Quant 2.7 Flashcards
What is Big Data?
Big data includes all the data generated by financial markets, businesses, governments, individuals, sensors, internet of things and more.
Big data has grown exponentially over the past decade.
Investment managers are increasingly using big data (example is using financial text data for forecasting stock movement)
Why is big data different than traditional data?
Cos of 3 characteristics (3 V’s):
Volume - Quantity of data
Variety - array of available data sources
Velocity - speed at which data are created
When using big data for prediction or inference, we have a 4th V
Veracity - Credibility and reliability of different data sources
What are the steps in executing a data analysis project with structured data?
There are two sources of data - internal & external
Then the steps to build a model include:
1. Conceptualization - What will the model do and who will use the model?
2. Data collection
3. Data Prep & Wrangling - Cleaning the data, filling in the missing elements, etc
4. Data exploration
5. Model training
What are the steps in executing a data analysis project with unstructured data?
There can be quite a lot of sources for unstructured data, news articles, social media, other docs, open data, etc
Steps to build a model are similar to that of structured data:
1. Text problem formulation - Define the text classification prob (example can be to come up with a sentiment score)
2. Data curation
3. Text prep & wrangling - Cleaning and pre-processing tasks.
4. Text exploration
5. Model Training
What is Data Collection?
collection from internal or external sources based on the trade-offs between time, financial costs and accuracy.
What is data preparation (cleansing)?
Examine, identify and mitigate errors in raw data
What is Data Wrangling (pre-processing)?
perform transformations and critical processing steps on the cleansed data to make it ready for the ML model.

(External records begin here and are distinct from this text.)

// Finds the method of each part, runs the scenario in the precision asked for, and has the files written.
#include "sim/export/exported.hpp"

#include <fmt/format.h>

#include <algorithm>
#include <bit>

#include "controllers/methods.hpp"
#include "estimators/methods.hpp"
#include "sim/engine/ports.hpp"
#include "sim/engine/simulate.hpp"
#include "sim/export/c_files.hpp"
#include "sim/scenario/input_error.hpp"

namespace slipbench {

namespace {

template <class S>
RecordedStep<S> record_estimator(const RunSetup& setup, std::size_t which) {
  RecordedStep<S> step;
  int index = 0;
  each_estimator_method([&]<class Method>() {
    if (index++ == setup.shape.control.estimators[which].index)
      step = record_step<S, Method, EstimatorDoor>(setup.estimators[which]);
  });
  return step;
}

template <class S>
RecordedStep<S> record_controller(const RunSetup& setup) {
  RecordedStep<S> step;
  int index = 0;
  each_controller_method([&]<class Method>() {
    if (index++ == setup.shape.control.controller.index)
      step = record_step<S, Method, ControllerDoor>(setup.controller);
  });
  return step;
}

std::string machine_of(const Scenario& s) {
  const MachineSettings& m = s.machine;
  return fmt::format("{:.4g} kW, {:.4g} V, {:.4g} A, {:.4g} Hz, {:.5g} rpm, {} pole pairs", m.rated_power_W / 1e3,
                     m.rated_line_voltage_V, m.rated_current_A, m.rated_frequency_Hz, m.rated_speed_rpm, m.pole_pairs);
}

ExportOrigin origin_of(const Scenario& s, const ExportRequest& request) {
  ExportOrigin origin;
  origin.scenario = s.path.substr(s.path.find_last_of('/') + 1);
  origin.title = s.title;
  origin.version = request.version;
  origin.machine = machine_of(s);
  origin.control_period_s = s.run.control_period_s;
  return origin;
}

// The replay must tell the run's own answers: else it is not the step that ran. A run-in lies before a steady start's first tick.
template <class S>
void demand_same_step(RecordedStep<S>& step, const DoorTraffic& traffic, const std::string& name) {
  constexpr std::size_t compared = 2000;
  for (std::size_t k = 0; k < std::min(compared, traffic.ticks()); ++k) {
    const std::vector<S> got = step.replay->step(traffic.seen(k));
    for (std::size_t i = 0; i < got.size(); ++i) {
      const double there = traffic.answered(k)[i], here = static_cast<double>(got[i]);
      if (std::bit_cast<std::uint64_t>(here) != std::bit_cast<std::uint64_t>(there) && here == here)
        throw std::logic_error("the replay of '" + name + "' differs from the run at tick " + std::to_string(k));
    }
  }
}

template <class S>
std::vector<ExportedPart> parts_of(const Scenario& s, const std::vector<std::size_t>& estimators, bool controller,
                                   const ExportOrigin& common) {
  const RunSetup setup = prepare_run(s, 0, 0);
  Traffic traffic;
  RunObserver* const observers[] = {&traffic};
  const RunOutcome outcome = simulate(s, observers);
  if (outcome.diverged)
    throw UnfitForExport(
        fmt::format("the run diverged at {:.4g} s ({}): nothing that diverges in simulation goes onto a "
                    "board; tune first, then export",
                    outcome.diverged_at_s, outcome.diverged_what));
  std::vector<ExportedPart> parts;
  const auto add = [&](const std::string& name, const std::string& kind, bool is_controller, auto record,
                       const DoorTraffic& door) {
    ExportedPart part;
    part.name = c_identifier(name), part.kind = kind, part.is_controller = is_controller;
    ExportOrigin origin = common;
    origin.name = part.name, origin.kind = kind, origin.what = is_controller ? "controller" : "estimator";
    if (s.run.start != "steady") {
      RecordedStep<S> again = record();
      demand_same_step(again, door, name);
    }
    RecordedStep<S> step = record();
    write_c_files(part, step, door, origin);
    parts.push_back(std::move(part));
  };
  if (controller)
    add(
        "controller", s.controller.kind, true, [&] { return record_controller<S>(setup); }, traffic.controller);
  for (const std::size_t i : estimators)
    add(
        s.estimators[i].name, s.estimators[i].kind, false, [&] { return record_estimator<S>(setup, i); },
        traffic.estimators[i]);
  return parts;
}

[[noreturn]] void refuse(const Scenario& s, const std::string& key, const std::string& message) {
  throw InputError(s.path, key, message, "export");
}

}  // namespace

std::vector<ExportedPart> export_parts(const Scenario& scenario, const ExportRequest& request) {
  Scenario s = scenario;
  const bool all = request.estimators.empty() && !request.controller;
  std::vector<std::string> names;
  for (EstimatorSettings& e : s.estimators) {
    names.push_back(e.name);
    e.precision = request.precision == Precision::single ? "float" : "double";
    if (!is_built_in_estimator(e.kind))
      refuse(s, "estimator", "only built-in kinds can be exported, and '" + e.kind + "' is not");
    if (all && e.name == "controller")
      refuse(s, "estimator", "an estimator named 'controller' would get the controller's files: give it another name");
  }
  s.controller.precision = request.precision == Precision::single ? "float" : "double";
  std::vector<std::size_t> estimators;
  for (const std::string& wanted : request.estimators) {
    const auto found = std::find(names.begin(), names.end(), wanted);
    if (found == names.end())
      refuse(s, "estimator",
             fmt::format("no estimator is named '{}'; there are: {}", wanted,
                         names.empty() ? "none" : fmt::format("{}", fmt::join(names, ", "))));
    estimators.push_back(static_cast<std::size_t>(found - names.begin()));
  }
  if (all) {
    for (std::size_t i = 0; i < names.size(); ++i) estimators.push_back(i);
  }
  const bool has_controller = !s.controller.kind.empty();
  if (request.controller && !has_controller)
    refuse(s, "controller", "this scenario has no controller to export: it runs on the mains");
  if (has_controller && !is_built_in_controller(s.controller.kind))
    refuse(s, "controller.kind", "only built-in kinds can be exported, and '" + s.controller.kind + "' is not");
  if (estimators.empty() && !has_controller)
    refuse(s, "estimator", "nothing to export: no estimator and no controller");
  const bool controller = request.controller || (all && has_controller);
  const ExportOrigin origin = origin_of(s, request);
  return request.precision == Precision::single ? parts_of<float>(s, estimators, controller, origin)
                                                : parts_of<double>(s, estimators, controller, origin);
}

}  // namespace slipbench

What are the types of errors one can expect while dealing with structured data while data preparation?
Types are, incompleteness error (blanks), invalidity (DOB with year 1900), Inaccuracy (gender name mismatch), inconsistency (some other answer to Y or N), Non-uniformity (different formats for the same data type), duplication error.

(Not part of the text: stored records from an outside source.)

// What the C structs of an exported step hold: members with their units, in the order of the fields of Sample, Estimate,
// Measurement and Command, whose meaning estimators/estimator_abi.h and controllers/controller_abi.h fix.
#pragma once

#include <span>
#include <string_view>

#include "controllers/control.hpp"
#include "estimators/sample.hpp"

namespace slipbench {

struct DoorField {
  std::string_view member;   // with its unit
  std::string_view local;    // the variable it is read into
  std::string_view meaning;  // for the comment
};

inline constexpr DoorField sample_fields[] = {
    {"u_alpha_V", "u_alpha", "mean stator voltage believed applied over the period that ends now, peak"},
    {"u_beta_V", "u_beta", ""},
    {"i_alpha_A", "i_alpha", "stator current measured now, peak"},
    {"i_beta_A", "i_beta", ""},
    {"dc_link_V", "dc_link", "measured now"},
    {"speed_rad_s", "speed_measured", "mechanical, from a speed sensor"},
};
inline constexpr DoorField estimate_fields[] = {
    {"speed_rad_s", "speed", "mechanical"},
    {"rotor_flux_Wb", "rotor_flux", "length of the rotor flux linkage (T circuit), peak"},
    {"rotor_flux_angle_rad", "rotor_flux_angle", "electrical, of the rotor flux in the stationary frame, [-pi, pi)"},
    {"torque_Nm", "torque", "electromagnetic"},
    {"trust", "trust", "0 (blind) .. 1"},
    {"has_covariance", "has_covariance", "1: the next six are filled"},
    {"covariance_11", "covariance_11", "of (psi_r_alpha Wb, psi_r_beta Wb, speed rad/s)"},
    {"covariance_12", "covariance_12", ""},
    {"covariance_13", "covariance_13", ""},
    {"covariance_22", "covariance_22", ""},
    {"covariance_23", "covariance_23", ""},
    {"covariance_33", "covariance_33", ""},
};
inline constexpr DoorField measurement_fields[] = {
    {"i_alpha_A", "i_alpha", "stator current measured now, peak"},
    {"i_beta_A", "i_beta", ""},
    {"dc_link_V", "dc_link", "measured now"},
    {"speed_rad_s", "speed", "mechanical, from the sensor or the estimator that closes the loop"},
    {"rotor_flux_Wb", "flux_given", "of the estimator that closes the flux loop, 0 without one"},
    {"rotor_flux_angle_rad", "flux_angle_given", "of the same, electrical, [-pi, pi)"},
    {"speed_reference_rad_s", "speed_reference", "mechanical; 0 under torque control"},
    {"torque_reference_Nm", "torque_reference_given", "0 under speed control"},
};
inline constexpr DoorField command_fields[] = {
    {"duty_a", "duty_a", "of each leg, 0 .. 1, for the period that begins controller.delay_periods from now"},
    {"duty_b", "duty_b", ""},
    {"duty_c", "duty_c", ""},
    {"clipped", "clipped", "1 where the voltage limit cut the command, else 0"},
    {"rotor_flux_reference_Wb", "rotor_flux_reference", "after field weakening, peak; for the record"},
    {"torque_reference_Nm", "torque_reference", "after limits; for the record"},
    {"i_d_reference_A", "i_d_reference", "for the record; 0 where the method has none"},
    {"i_q_reference_A", "i_q_reference", ""},
};

// The door of estimators, and that of controllers.
struct EstimatorDoor {
  template <class Real>
  using In = Sample<Real>;
  template <class Real>
  using Out = Estimate<Real>;
  static constexpr std::span<const DoorField> in = sample_fields, out = estimate_fields;
  static constexpr std::string_view in_name = "sample", out_name = "estimate";
};
struct ControllerDoor {
  template <class Real>
  using In = Measurement<Real>;
  template <class Real>
  using Out = Command<Real>;
  static constexpr std::span<const DoorField> in = measurement_fields, out = command_fields;
  static constexpr std::string_view in_name = "measurement", out_name = "command";
};

}  // namespace slipbench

What are the types of errors you can come across in the step data wrangling with structured data?
Some common terms you need to know are Extraction, Aggregation (Salary + other income = total income), Filtration (only looking at filtered data), Selection (only looking at a particular selection), Conversion (All total income should be in USD).
How are outliers handled in data wrangling?
By trimming and winsorization
What do you mean by scaling?
Normalization and standardization are two methods we use for scaling in data wrangling.
Normalization = (Xi - Xmin) / (Xmax - Xmin) Range.
Standardization (reducing the impact of outliers) = (Xi - u) / Std Deviation.
What does unstructured data preparation include?
Involves removing unimportant text from raw input - removing html tags, punctuations, most numbers & white spaces.
What does unstructured data wrangling include?
We start with tokenization which is splitting a given sentence into different tokens. Token is equivalent to a word.
Then, we normalise the tokens. Normalization includes Lower casing, then removing stop words, then stemming (increased or increasing are both stemmed down to increas - to increase the frequency of infrequent words) and final method is Lemmatization (which is seldom used).
After normalization, we’re left with a Bag of Words -> which can be thought of as a distinct set of tokens or words where the sequence doesn’t come into play.
What is a DTM?
A document term matrix consists of a table where rows are the different sources from which the tokens were collected and the columns are the tokens/words.
This table is the end result of our text prep and wrangling process which leaves us with the final DTM (a structured table) that we can use in our model.
What are N-grams?
We can also have tokens in the form of a sequence of words. It can be a two word sequence(Bi-grams) or three word sequence(Tri-grams) and the Bag of words thus can become bag of N-grams.